Why would you do this? The rule of thumb is to sight in with the ammo you are going to use for hunting. How do you know that both types of bullets will hit the target in the same place?


----------



## kbb3358

Will sight in then fine tune with hunting ammo. New gun new caliper for me. Get used to shooting with "cheaper" ammo then shoot with "god stuff". New range time on this setup.


----------



## kbb3358

Has anyone used Cochrane Air for hunting moose or even for fishing.


----------



## Forest Meister

kbb3358 said:


> Has anyone used Cochrane Air for hunting moose or even for fishing.

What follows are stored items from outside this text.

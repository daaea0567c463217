package terrain

import (
	"context"
	"fmt"
	"log/slog"
	"os"
	"path/filepath"
	"runtime"
	"testing"
	"time"

	"github.com/google/go-cmp/cmp"
	"github.com/google/go-cmp/cmp/cmpopts"
	"github.com/paulmach/orb"

	"ridgehop/internal/raster"
	"ridgehop/profile"
)

func TestIndexRoundTrip(t *testing.T) {
	folder := manyTiles(t)
	first := loaded(t, folder)
	listed(t, first) // for the versions
	path := filepath.Join(t.TempDir(), "rasters.index")
	must(t, first.Index().Save(path))
	read, err := ReadIndex(path)
	must(t, err)
	if diff := cmp.Diff(first.Index(), read, cmpopts.EquateNaNs()); diff != "" || len(read) == 0 {
		t.Errorf("(-want +got):\n%s", diff)
	}
	again := loadedWith(t, Options{Index: read}, folder)
	if diff := cmp.Diff(listed(t, first), listed(t, again), cmpopts.EquateNaNs()); diff != "" {
		t.Errorf("rasters (-want +got):\n%s", diff)
	}
}

func TestIndexIsNotTrustedOverTheFile(t *testing.T) {
	folder := gridsOf(t, map[string]grid{"a.asc": square(20, 10, constant(1))})
	index := loaded(t, folder).Index()
	square(30, 20, constant(2)).write(t, folder, "a.asc")
	again := loadedWith(t, Options{Index: index}, folder)
	if r := listed(t, again)[0]; r.Width != 30 {
		t.Errorf("got a width of %d, want that of the new file, 30", r.Width)
	}
}

func TestDamagedIndex(t *testing.T) {
	folder := t.TempDir()
	path := filepath.Join(folder, "rasters.index")
	if read, err := ReadIndex(path); err != nil || len(read) != 0 {
		t.Errorf("none: got %v, %v", read, err)
	}
	must(t, loaded(t, gridsOf(t, map[string]grid{"a.asc": square(20, 10, constant(1))})).Index().Save(path))
	whole, err := os.ReadFile(path)
	must(t, err)
	for _, cut := range []int{0, 5, len(whole) / 2, len(whole) - 1} {
		must(t, os.WriteFile(path, whole[:cut], 0o600))
		if read, err := ReadIndex(path); err == nil || len(read) != 0 {
			t.Errorf("cut at %d: got %d rows, %v", cut, len(read), err)
		}
	}
}

// planetFolder is a folder of one file for each degree of the land, none of
// which is a raster, and the index that knows them as what they stand for: whoever
// opens one fails.
func planetFolder(t testing.TB) (folder, saved string) {
	folder = t.TempDir()
	index := Index{}
	then := time.Unix(1_700_000_000, 0)
	info := raster.Info{Driver: "GTiff", Width: 3600, Height: 3600, BlockWidth: 1024, BlockHeight: 1024, DataType: "Float32", Scale: 1,
		CRS: raster.CRS{Name: "WGS 84", EPSG: 4326, Geographic: true, WGS84: true, WKT: string(definition(t, "4326"))}}
	for k := range 26_500 {
		lon, lat := k%360-180, k/360-20
		name := fmt.Sprintf("M_%+03d_%+04d.tif", lat, lon)
		path := filepath.Join(folder, name)
		must(t, os.WriteFile(path, []byte("x"), 0o600))
		must(t, os.Chtimes(path, then, then))
		info.Grid = raster.Grid{Left: float64(lon), Top: float64(lat + 1), PixelX: 1.0 / 3600, PixelY: 1.0 / 3600}
		index[path] = IndexRow{Bytes: 1, Modified: then, Info: info, PixelM: 30, Version: fmt.Sprintf("%016x", k),
			Bound: orb.Bound{Min: orb.Point{float64(lon), float64(lat)}, Max: orb.Point{float64(lon + 1), float64(lat + 1)}}}
	}
	saved = filepath.Join(t.TempDir(), "rasters.index")
	must(t, index.Save(saved))
	return folder, saved
}

func loadPlanet(t testing.TB, folder, saved string) *Terrain {
	read, err := ReadIndex(saved)
	must(t, err)
	terrain, err := Load(context.Background(), raster.NewGDAL(), []string{folder}, Options{Index: read}, slog.New(slog.DiscardHandler))
	must(t, err)
	return terrain
}

// The planet in degrees is loaded from its index without opening a file, in less
// than 100 MB.
func TestPlanetFromIndex(t *testing.T) {
	if testing.Short() {
		t.Skip("writes 26,500 files")
	}
	folder, saved := planetFolder(t)
	var before, after runtime.MemStats
	runtime.GC()
	runtime.ReadMemStats(&before)
	start := time.Now()
	terrain := loadPlanet(t, folder, saved)
	took := time.Since(start)
	runtime.GC()
	runtime.ReadMemStats(&after)
	defer terrain.Close()
	used := float64(after.HeapAlloc) - float64(before.HeapAlloc)
	t.Logf("26,500 rasters in %v and %.0f MB", took, used/1e6)
	if terrain.Usable() != 26_500 || len(terrain.mosaics) != 1 {
		t.Errorf("got %d rasters in %d mosaics, want 26500 in one", terrain.Usable(), len(terrain.mosaics))
	}
	if used > 100e6 {
		t.Errorf("got %.0f MB, want at most 100", used/1e6)
	}
	var unreadable *profile.UnreadableError
	err := terrain.Sample(context.Background(), pathOf(t, orb.Point{10.2, 20.3}, orb.Point{10.3, 20.4}), profile.Sampling{}, &profile.Profile{})
	if err == nil {
		t.Errorf("got no error, want an unreadable raster: %v", unreadable)
	}
}

func BenchmarkLoadPlanet(b *testing.B) {
	folder, saved := planetFolder(b)
	for b.Loop() {
		loadPlanet(b, folder, saved).Close()
	}
}
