package terrain

import (
	"maps"
	"slices"

	"ridgehop/internal/terrain/catalogue"
	"ridgehop/profile"
)

// changesBetween compares what two terrains hold. A raster counts as changed
// where its file's size or date is another, or what its source says of it.
func changesBetween(old, fresh *Terrain) profile.RasterChanges {
	before, after := old.states(), fresh.states()
	var out profile.RasterChanges
	for _, name := range slices.Sorted(maps.Keys(after)) {
		state, known := before[name]
		switch {
		case !known:
			out.Added = append(out.Added, name)
		case state != after[name]:
			out.Changed = append(out.Changed, name)
		}
	}
	for _, name := range slices.Sorted(maps.Keys(before)) {
		if _, stays := after[name]; !stays {
			out.Removed = append(out.Removed, name)
		}
	}
	return out
}

// state is what would make answers differ.
type state struct {
	path, kind, datum string
	bytes, modified   int64
	errorM, lengthM   float64
	priority          int
	beside            besideFile
}

// states are those of the usable rasters, and of the sources by degrees of the
// earth, by name.
func (t *Terrain) states() map[string]state {
	out := make(map[string]state, len(t.byName))
	for name, e := range t.byName {
		out[name] = state{e.path, string(e.Kind), e.VerticalDatum, e.bytes, e.Modified.UnixNano(), e.ErrorM, e.CorrelationM, e.Priority, e.beside}
	}
	for _, s := range t.sources {
		if s.tiles != nil {
			out[s.Name] = state{path: s.Tiles.Path(catalogue.Cell{}), kind: string(s.Kind), datum: s.Datum,
				errorM: s.VerticalErrorM, lengthM: s.CorrelationLengthM, priority: s.Priority}
		}
	}
	return out
}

Good folks and have good moose areas. Did not know they had guided hunts. FM


----------



## kbb3358

Yes they do now at least. Talked to them at Outdoorama. Offered a good plan for two of us with two bull tags.


----------



## kbb3358

Booked hunt with Cochrane Air. Got over a year to plan and get ready. Shot 338 on Saturday. Nice shooting rifle. Put 30 rounds through it. Packs a bit of recoil but also throws nice bullet down range.


----------



## kbb3358

Sitting here in Aruba wishing I was going on hunt this year. Too much work on place on Drummond Island this year to take off for a week.


----------



## QDMAMAN

kbb3358 said:


> Sitting here in Aruba wishing I was ....


----------



## kbb3358

Thanks Tony way to me laugh. Two weeks down here makes me think of all them hogs being caught on Sag river and Lake Erie.


----------



## QDMAMAN

kbb3358 said:


> Thanks Tony way to me laugh. *Two weeks down here* makes me think of all them hogs being caught on Sag river and Lake Erie.



FOR THE LOVE OF GOD....ENOUGH ALREADY!!!!!!!!!!!!!!!!!!!


----------



## Mr.jig

Two weeks in Aruba. You probably have already eaten here, but you have to go to LA Trattoria. It is the restaurant at the light house at the North end of the island. Great food, service and a setting that can't be beat.


----------



## kbb3358

This is our fourth trip here and no haven't eat there yet. Have been out that way every trip just never when hungry.


----------



## QDMAMAN

kbb3358 said:


> This is our fourth trip here and no haven't eat there yet. Have been out that way every trip* just never when hungry*.


What does THAT mean?


----------



## kbb3358

Never in the area when we planned to eat.


----------



## kbb3358

Haven't gone to that place to eat.


----------



## kbb3358

Cooking dinner of venison and potatoes right now. No need to go to restaurant.


----------



## kbb3358

Back to good ol Michigan tomorrow afternoon.


----------



## kbb3358

Back to Michigan for three weeks now and the weather still sucks. Hope to get out fishing this weekend. Looking over the area where we have our hunt booked. I don't see any roads or trails to the area. That hopefully means not anybody hunting prior to us (drive ins). We are going opening week (non-residents start Monday) so the locals can hunt Saturday and Sunday before we can. Outfitter said that last year they "had a lot of action but the guys weren’t successful in shooting." Hopefully that means they couldn't shoot very well.


----------



## kbb3358

The count down has started. One year to opening day for moose. Never too early to start the gear list.


----------



## pigeon

Keep us update on he hunt next year , as I'm looking to do a moose hunt


----------



## kbb3358

Well its January and only 8 months to my moose hunt. Looking at waders for trip. Should I go with chest, waist or hip waders. Any suggestions?


----------



## pigeon

Not sure on the waders, I booked moose hunt in 2018 in newfound , I need to look into some good rain gear


----------



## Turkey Antlers

kbb3358 said:


> Well its January and only 8 months to my moose hunt. Looking at waders for trip. Should I go with chest, waist or hip waders. Any suggestions?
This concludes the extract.